Three days ago, we returned home from tour to the screaming, jet engine-like sound of many large machines running at top volume in our busted house, as if cyber-creatures had colonized it in our absence. There’s this very impressive pulmonary system of sorts in place, running tubes full of dry air from the giant robot king into our damp walls and floors and what is left of the ceiling. There are lesser, but still impressive, cyber creatures positioned around the house, all screaming in different tones, most of them clustered in the basement. The basement, from the way it sounds, is a place into which I will never venture again. Something like having your very own 747 in a basement hangar. Neato!
We have been instructed to keep the heat at 75 degrees in order to help the drying process along (we usually keep it at 55…We don’t thrive in temperatures higher than that). Factoring in the heat that the screaming robots and the stressed out humans are generating, I figure it’s about 85 or 90 in here. We wear shorts and t-shirts in the house, then drape ourselves in winter gear to go outside where it’s like…20. Then we pelt each other with snowballs ’til we feel better.

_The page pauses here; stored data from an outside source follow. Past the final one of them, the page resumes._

import { CliInputError } from './cli-input-error';

/**
 * Refuse to print a result with a non-finite number: NaN never leaves the CLI.
 *
 * Method: every numeric field must be finite; `null` (a figure that does not apply) passes.
 *
 * References: none.
 *
 * @param result the figures of one item
 * @param path where the item came from, for the message (`pairs[2]`)
 * @returns the same object
 * @example requireFiniteOutput({ M: 1e-6 }, 'pair') // { M: 1e-6 }
 */
export function requireFiniteOutput<T extends Record<string, number | null>>(
  result: T,
  path: string,
): T {
  for (const [key, value] of Object.entries(result)) {
    if (value !== null && !Number.isFinite(value)) {
      throw new CliInputError(
        `${path}: the model gave a non-finite ${key} (${value}); check the input`,
      );
    }
  }
  return result;
}
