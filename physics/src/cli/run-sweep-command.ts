import { parseCoil } from '../coils/parse-coil';
import { preparePair } from '../inductance/prepare-pair';
import { parseSweepSpec } from '../sweep/parse-sweep-spec';
import { runSweep } from '../sweep/run-sweep';
import { sweepPoseAt } from '../sweep/sweep-pose-at';
import { readObjectFields } from './read-object-fields';
import { withInputPath } from './with-input-path';

/** The CSV header of a coupling map, exactly as the CLI contract states it. */
export const SWEEP_CSV_HEADER = 'x_m,y_m,z_m,tiltX_deg,tiltY_deg,M_H,k';

export interface SweepCommandOptions {
  format: 'csv' | 'json';
  onProgress?: (progress: { done: number; total: number }) => void;
  signal?: AbortSignal;
}

/**
 * The `couplet sweep` command on parsed JSON: a coupling map as CSV or JSON text.
 *
 * Method: validate `{tx, rx, sweep}` (paths `tx.…`, `rx.…`, `sweep.…`; the grid bound is
 * checked before any work), preparePair(tx, rx), runSweep (poses x fastest, then y, z, tiltX,
 * tiltY; progress and cancellation passed through). CSV: the header `x_m,y_m,z_m,tiltX_deg,
 * tiltY_deg,M_H,k` and one row per pose, numbers in JavaScript's shortest round-trip form. JSON:
 * `{L1, L2, axes, points: [{x, y, z, tiltX, tiltY, M, k}]}`; L2 is the Rx alone (with a Tx
 * backing, k uses the Rx inductance at each pose).
 *
 * References: none beyond runSweep and preparePair.
 *
 * @param json parsed input
 * @param options format, onProgress, signal
 * @returns the output text (ends with a newline)
 * @example (await runSweepCommand(input, { format: 'csv' })).split('\n')[0]
 *   // 'x_m,y_m,z_m,tiltX_deg,tiltY_deg,M_H,k'
 */
export async function runSweepCommand(
  json: unknown,
  options: SweepCommandOptions,
): Promise<string> {
  const record = readObjectFields(json, 'input', ['tx', 'rx', 'sweep'], ['tx', 'rx', 'sweep']);
  const tx = parseCoil(record.tx, 'tx');
  const rx = parseCoil(record.rx, 'rx');
  const spec = parseSweepSpec(record.sweep, 'sweep');
  const pair = withInputPath('sweep', () => preparePair(tx, rx));
  let result;
  try {
    result = await runSweep(pair, spec, { onProgress: options.onProgress, signal: options.signal });
  } catch (e) {
    // Clearance errors name the pose; prefix with the part of the input that set it.
    if (e instanceof RangeError) throw new RangeError(`sweep: ${e.message}`);
    throw e;
  }
  const { axes, M, k } = result;
  if (options.format === 'json') {
    const points = Array.from({ length: result.count }, (_, i) => {
      const p = sweepPoseAt(axes, i);
      return { x: p.x, y: p.y, z: p.z, tiltX: p.tiltX, tiltY: p.tiltY, M: M[i], k: k[i] };
    });
    return `${JSON.stringify({ L1: result.L1, L2: result.L2, axes, points })}\n`;
  }
  const lines = [SWEEP_CSV_HEADER];
  for (let i = 0; i < result.count; i++) {
    const p = sweepPoseAt(axes, i);
    lines.push(`${p.x},${p.y},${p.z},${p.tiltX},${p.tiltY},${M[i]},${k[i]}`);
  }
  return `${lines.join('\n')}\n`;
}
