import { CliInputError } from './cli-input-error';

export type CliCommand = 'mutual' | 'inductance' | 'sweep';

/** What the command line asks for. */
export type CliArgs =
  | { kind: 'help' }
  | { kind: 'run'; command: CliCommand; file: string; out?: string; format: 'csv' | 'json' };

const COMMANDS: readonly CliCommand[] = ['mutual', 'inductance', 'sweep'];

/**
 * Parse the arguments of `couplet` (without `node` and the script path).
 *
 * Method: the first word is the command, then exactly one FILE (`-` for stdin); options
 * `--out PATH` / `--out=PATH`, `--format csv|json` (sweep only) and `-h`/`--help` anywhere.
 * Anything else is a CliInputError naming the offending word.
 *
 * References: none (POSIX-style option syntax).
 *
 * @param argv the arguments
 * @returns the parsed request
 * @example parseCliArgs(['sweep', 'pair.json', '--out', 'map.csv'])
 *   // { kind: 'run', command: 'sweep', file: 'pair.json', out: 'map.csv', format: 'csv' }
 */
export function parseCliArgs(argv: readonly string[]): CliArgs {
  if (argv.length === 0 || argv.includes('-h') || argv.includes('--help')) return { kind: 'help' };
  const [command, ...rest] = argv;
  if (!COMMANDS.includes(command as CliCommand)) {
    throw new CliInputError(
      `unknown command '${command}'; allowed: ${COMMANDS.join(', ')} (see couplet --help)`,
    );
  }
  const files: string[] = [];
  let out: string | undefined;
  let format: string | undefined;
  for (let i = 0; i < rest.length; i++) {
    const word = rest[i];
    const [name, inline] = word.startsWith('--') ? splitOption(word) : [word, undefined];
    if (name === '--out' || name === '--format') {
      const value = inline ?? rest[++i];
      if (value === undefined || value === '') throw new CliInputError(`${name}: needs a value`);
      if (name === '--out') out = value;
      else format = value;
    } else if (word.startsWith('-') && word !== '-') {
      throw new CliInputError(`unknown option '${word}' (see couplet --help)`);
    } else {
      files.push(word);
    }
  }
  if (files.length !== 1) {
    throw new CliInputError(
      files.length === 0
        ? `${command}: needs a FILE (or - for standard input)`
        : `${command}: takes one FILE (got ${files.length}: ${files.join(' ')})`,
    );
  }
  if (format !== undefined && command !== 'sweep') {
    throw new CliInputError(`--format: only the sweep command has formats`);
  }
  if (format !== undefined && format !== 'csv' && format !== 'json') {
    throw new CliInputError(`--format: must be csv or json (got '${format}')`);
  }
  return {
    kind: 'run',
    command: command as CliCommand,
    file: files[0],
    out,
    format: format ?? 'csv',
  };
}

function splitOption(word: string): [string, string | undefined] {
  const eq = word.indexOf('=');
  return eq < 0 ? [word, undefined] : [word.slice(0, eq), word.slice(eq + 1)];
}
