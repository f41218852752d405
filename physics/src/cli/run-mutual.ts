import { parseCoil } from '../coils/parse-coil';
import { preparePair } from '../inductance/prepare-pair';
import { couplingCoefficient } from '../link/coupling-coefficient';
import { parsePose } from '../pose/parse-pose';
import { CliInputError } from './cli-input-error';
import { FREQUENCY_RANGE, readOptionalNumber } from './read-optional-number';
import { readObjectFields } from './read-object-fields';
import { requireFiniteOutput } from './require-finite-output';
import { withInputPath } from './with-input-path';

type MutualOutput = { M: number; L1: number; L2: number; k: number };

/**
 * The `couplet mutual` command on parsed JSON: M, L1, L2 and k for one pair or an array of pairs.
 *
 * Method: each pair `{tx, rx, pose, frequency?}` is validated field by field (paths `pair.…` or
 * `pairs[i].…`), then preparePair(tx, rx): M at the pose (clearance checked: intersecting coils
 * are an error), L1 the Tx self-inductance and L2 the Rx self-inductance at the pose (both
 * low-frequency; a Tx backing acts on both), k = M/sqrt(L1 L2). `frequency` is validated but
 * does not change these quasi-static figures. The output has the input's shape.
 *
 * References: see preparePair and couplingCoefficient.
 *
 * @param json parsed input
 * @returns `{M, L1, L2, k}` (H, H, H, 1) or an array of them, in input order
 * @example runMutual({ tx: ring, rx: ring, pose: { z: 0.003 } }).k // ≈ 0.5
 */
export function runMutual(json: unknown): MutualOutput | MutualOutput[] {
  if (Array.isArray(json)) {
    if (json.length === 0) throw new CliInputError('pairs: the array is empty');
    return json.map((item, i) => onePair(item, `pairs[${i}]`));
  }
  return onePair(json, 'pair');
}

function onePair(item: unknown, path: string): MutualOutput {
  const record = readObjectFields(
    item,
    path,
    ['tx', 'rx', 'pose', 'frequency'],
    ['tx', 'rx', 'pose'],
  );
  readOptionalNumber(record, 'frequency', path, FREQUENCY_RANGE);
  const tx = parseCoil(record.tx, `${path}.tx`);
  const rx = parseCoil(record.rx, `${path}.rx`);
  const pose = parsePose(record.pose, `${path}.pose`);
  return withInputPath(path, () => {
    const pair = preparePair(tx, rx);
    const M = pair.mutual(pose);
    const L2 = pair.L2At(pose);
    const out = { M, L1: pair.L1, L2, k: couplingCoefficient(M, pair.L1, L2) };
    return requireFiniteOutput(out, path);
  });
}
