import { parseCoil } from '../coils/parse-coil';
import { coilFigures } from '../link/coil-figures';
import { CliInputError } from './cli-input-error';
import {
  CURRENT_RANGE,
  FREQUENCY_RANGE,
  TEMPERATURE_RANGE,
  readOptionalNumber,
} from './read-optional-number';
import { requireFiniteOutput } from './require-finite-output';
import { withInputPath } from './with-input-path';

/** Keys beside a coil's own fields that set the operating point; stripped before parseCoil. */
const OPERATING_KEYS = ['frequency', 'current', 'temperature'] as const;

/**
 * The `couplet inductance` command on parsed JSON: figures for one coil or an array of coils.
 *
 * Method: for each coil, take `frequency` (Hz), `current` (A, default 1) and `temperature` (°C,
 * default 20) out of the object, validate the rest with parseCoil (path `coil` or `coils[i]`),
 * then coilFigures: L (low-frequency, backing included), Rdc, Rac, Q, stored energy ½LI², L/Rdc,
 * wire length, skin depth; without a frequency Rac, Q and skinDepth are null. Non-finite figures
 * are an error. The output has the input's shape: an object for an object, an array for an array.
 *
 * References: see coilFigures.
 *
 * @param json parsed input
 * @returns the output value, ready for JSON.stringify
 * @example runInductance({ kind: 'ring', radius: 0.02, wireRadius: 5e-4, frequency: 85e3 }).L
 *   // ≈ 1.01e-7
 */
export function runInductance(
  json: unknown,
): Record<string, number | null> | Array<Record<string, number | null>> {
  if (Array.isArray(json)) {
    if (json.length === 0) throw new CliInputError('coils: the array is empty');
    return json.map((item, i) => oneCoil(item, `coils[${i}]`));
  }
  return oneCoil(json, 'coil');
}

function oneCoil(item: unknown, path: string): Record<string, number | null> {
  if (typeof item !== 'object' || item === null || Array.isArray(item)) {
    throw new CliInputError(
      `${path}: expected a coil object (got ${item === null ? 'null' : typeof item})`,
    );
  }
  const record = item as Record<string, unknown>;
  const frequency = readOptionalNumber(record, 'frequency', path, FREQUENCY_RANGE);
  const current = readOptionalNumber(record, 'current', path, CURRENT_RANGE) ?? 1;
  const temperature = readOptionalNumber(record, 'temperature', path, TEMPERATURE_RANGE);
  const fields = Object.fromEntries(
    Object.entries(record).filter(([key]) => !(OPERATING_KEYS as readonly string[]).includes(key)),
  );
  const coil = parseCoil(fields, path);
  const f = withInputPath(path, () => coilFigures(coil, { frequency, current, temperature }));
  return requireFiniteOutput(
    {
      L: f.L,
      Rdc: f.Rdc,
      Rac: f.Rac,
      Q: f.Q,
      storedEnergy: f.storedEnergy,
      timeConstant: f.timeConstant,
      wireLength: f.wireLength,
      skinDepth: f.skinDepth,
      frequency: frequency ?? null,
      current,
    },
    path,
  );
}
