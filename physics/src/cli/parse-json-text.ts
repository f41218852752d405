import { CliInputError } from './cli-input-error';

/**
 * Parse the text of an input file as JSON, with a one-line error naming the file.
 *
 * Method: JSON.parse; its SyntaxError message (which states the position) is kept on one line.
 *
 * References: RFC 8259 (JSON).
 *
 * @param text file contents
 * @param name the file name for messages (`stdin` for -)
 * @returns the parsed value
 * @example parseJsonText('{"z": 0.003}', 'a.json') // { z: 0.003 }
 */
export function parseJsonText(text: string, name: string): unknown {
  try {
    return JSON.parse(text);
  } catch (e) {
    const why = e instanceof Error ? e.message.split('\n')[0] : String(e);
    throw new CliInputError(`${name}: invalid JSON: ${why}`);
  }
}
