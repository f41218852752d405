import { CliInputError } from './cli-input-error';

/**
 * Read an optional numeric field of an input object, within an allowed range.
 *
 * Method: undefined stays undefined; anything else must be a finite number with
 * min < value (or ≤ when `minInclusive`) and value ≤ max, else a CliInputError naming the field.
 *
 * References: none.
 *
 * @param record the object
 * @param key the field
 * @param path the object's name in messages
 * @param range allowed range and unit for the message
 * @returns the number or undefined
 * @example readOptionalNumber({ frequency: 85e3 }, 'frequency', 'coil', FREQUENCY_RANGE) // 85000
 */
export function readOptionalNumber(
  record: Record<string, unknown>,
  key: string,
  path: string,
  range: { min: number; max: number; minInclusive?: boolean; unit: string },
): number | undefined {
  const value = record[key];
  if (value === undefined) return undefined;
  const low = range.minInclusive ? '≥' : '>';
  const allowed = `allowed: ${low} ${range.min} and ≤ ${range.max} ${range.unit}`;
  const ok =
    typeof value === 'number' &&
    Number.isFinite(value) &&
    (range.minInclusive ? value >= range.min : value > range.min) &&
    value <= range.max;
  if (!ok) {
    const got = typeof value === 'number' ? String(value) : `a ${typeof value}`;
    throw new CliInputError(`${path}.${key}: ${got} is out of range; ${allowed}`);
  }
  return value as number;
}

/**
 * Operating frequency: above 100 MHz a charger coil is no longer small against the wavelength
 * and the quasi-static filament models do not apply.
 */
export const FREQUENCY_RANGE = { min: 0, max: 1e8, unit: 'Hz' };

/** Coil current: 100 kA is beyond any charger and keeps the figures far from overflow. */
export const CURRENT_RANGE = { min: 0, max: 1e5, minInclusive: true, unit: 'A' };

/** Conductor temperature: the band of copperResistivity's linear model. */
export const TEMPERATURE_RANGE = { min: -100, max: 250, minInclusive: true, unit: '°C' };
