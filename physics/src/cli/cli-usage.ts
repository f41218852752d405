/** The text of `couplet --help`. */
export const CLI_USAGE = `Usage: couplet <command> FILE [options]

Couplet physics from the command line. FILE is a JSON file, or - for standard input.
SI units throughout: metres, degrees for tilts, henries, ohms, hertz, amperes.

Commands
  mutual FILE        FILE holds one pair or an array of pairs
                     {"tx": coil, "rx": coil, "pose": {x, y, z, tiltX, tiltY, yaw}, "frequency"?}
                     prints {"M", "L1", "L2", "k"} per pair, in the same shape (object or array)
  inductance FILE    FILE holds one coil or an array of coils; beside the coil fields each may
                     carry "frequency" (Hz), "current" (A, default 1) and "temperature" (°C,
                     default 20). Prints {"L", "Rdc", "Rac", "Q", "storedEnergy", "timeConstant",
                     "wireLength", "skinDepth", "frequency", "current"} per coil; without a
                     frequency Rac, Q and skinDepth are null. L is the low-frequency inductance.
  sweep FILE         FILE is {"tx": coil, "rx": coil, "sweep": {"x", "y", "z", "tiltX", "tiltY"}},
                     each axis a number or {"from", "to", "steps"} (z required; others default 0)
                     prints CSV x_m,y_m,z_m,tiltX_deg,tiltY_deg,M_H,k (x varies fastest)

Options
  --out PATH         write the result to PATH instead of standard output
  --format csv|json  sweep output format (default csv)
  -h, --help         show this help

Exit codes: 0 success, 2 bad input (message on stderr names the field), 1 internal error,
130 cancelled. Figures come from filament models (no ferrite saturation, eddy currents in nearby
metal or self-resonance; proximity losses are not in Rac). Resonant tanks develop high voltages:
follow local codes and licensed practice; validate with bench data.
`;
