import { ZodError } from 'zod';
import { CliInputError } from './cli-input-error';
import { CLI_USAGE } from './cli-usage';
import { parseCliArgs } from './parse-cli-args';
import { parseJsonText } from './parse-json-text';
import { runInductance } from './run-inductance';
import { runMutual } from './run-mutual';
import { runSweepCommand } from './run-sweep-command';

/** Everything the CLI touches outside itself, so tests can run it in-process. */
export interface CliIo {
  readFile(path: string): Promise<string>;
  readStdin(): Promise<string>;
  writeFile(path: string, text: string): Promise<void>;
  stdout(text: string): void;
  stderr(text: string): void;
  /** Whether stderr is a terminal: progress is shown only then. */
  stderrIsTTY: boolean;
  /** Fires on Ctrl-C; a running sweep stops at its next chunk. */
  signal?: AbortSignal;
}

/**
 * Run `couplet` with its arguments and return the exit code.
 *
 * Method: parse the arguments; read FILE (or stdin for `-`) and parse it as JSON; run the command;
 * print the result (or write it to `--out`). Exit codes: 0 success; 2 bad input — CliInputError,
 * RangeError (invalid field, intersecting coils, grid too large, non-finite result), unreadable
 * file, invalid JSON — with one line `couplet: <field>: <what>` on stderr, never a stack trace;
 * 130 when cancelled; 1 for anything unexpected (still one line).
 *
 * References: none (process conventions: 2 for usage errors, 128 + SIGINT for interruption).
 *
 * @param argv arguments after the script name
 * @param io the outside world
 * @returns the exit code
 * @example await runCli(['--help'], io) // 0, usage on stdout
 */
export async function runCli(argv: readonly string[], io: CliIo): Promise<number> {
  try {
    const args = parseCliArgs(argv);
    if (args.kind === 'help') {
      io.stdout(CLI_USAGE);
      return 0;
    }
    const name = args.file === '-' ? 'stdin' : args.file;
    let text: string;
    try {
      text = args.file === '-' ? await io.readStdin() : await io.readFile(args.file);
    } catch (e) {
      throw new CliInputError(`${name}: cannot read (${describeIoError(e)})`);
    }
    const json = parseJsonText(text, name);
    let output: string;
    if (args.command === 'sweep') {
      const progress = io.stderrIsTTY ? progressLine(io) : undefined;
      output = await runSweepCommand(json, {
        format: args.format,
        signal: io.signal,
        onProgress: progress,
      });
      if (progress) io.stderr('\n');
    } else {
      const value = args.command === 'mutual' ? runMutual(json) : runInductance(json);
      output = `${JSON.stringify(value, null, 2)}\n`;
    }
    if (args.out !== undefined) {
      try {
        await io.writeFile(args.out, output);
      } catch (e) {
        throw new CliInputError(`--out ${args.out}: cannot write (${describeIoError(e)})`);
      }
    } else {
      io.stdout(output);
    }
    return 0;
  } catch (e) {
    return report(e, io);
  }
}

function report(e: unknown, io: CliIo): number {
  const oneLine = (s: string) => s.replace(/\s*\n\s*/g, ' ').trim();
  if (e instanceof Error && e.name === 'AbortError') {
    io.stderr(`couplet: ${oneLine(e.message)}\n`);
    return 130;
  }
  if (e instanceof CliInputError || e instanceof RangeError || e instanceof ZodError) {
    io.stderr(`couplet: ${oneLine(e.message)}\n`);
    return 2;
  }
  const message = e instanceof Error ? e.message : String(e);
  io.stderr(`couplet: internal error: ${oneLine(message)}\n`);
  return 1;
}

function describeIoError(e: unknown): string {
  const code = (e as { code?: string }).code;
  if (code === 'ENOENT') return 'no such file';
  if (code === 'EACCES') return 'permission denied';
  if (code === 'EISDIR') return 'is a directory';
  return code ?? (e instanceof Error ? e.message.split('\n')[0] : String(e));
}

function progressLine(io: CliIo) {
  return ({ done, total }: { done: number; total: number }) => {
    const pct = Math.floor((100 * done) / total);
    io.stderr(`\rcouplet: sweep ${pct}% (${done}/${total} poses)`);
  };
}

I briefly entertained the idea of keeping my sense of humor about this: covering the beast machines in Christmas lights and pine boughs, maybe having the kids draw faces on them. As it turns out, that’s not very funny. Or maybe it is; I just can’t THINK with all this NOISE!
So a few hours ago, Billy and I looked at each other in the shimmering heat of the kitchen and something in my expression made him mouth instructions to dress the kids in their outside gear and put them in the car. He then drove us to a civilized restaurant where we shared civilized conversation over a civilized dinner and decided to make a run for it.
The upshot being, I get to go back to Rizzo’s and go back to work on my record! Score! That’s a million for Kristin, ZERO for the dumb ass home invading cyber-creeps! Now I won’t forget the new song I wrote at the beach (it’s called “The Thin Man”, in case I do forget it — then you tell me), now I won’t forget the piano and guitar overdubs I wrote on tour, now I can point at Elizabethan gourds hanging on Rizzo’s wall and say, “Steve! Tune it, I think I can play it!”.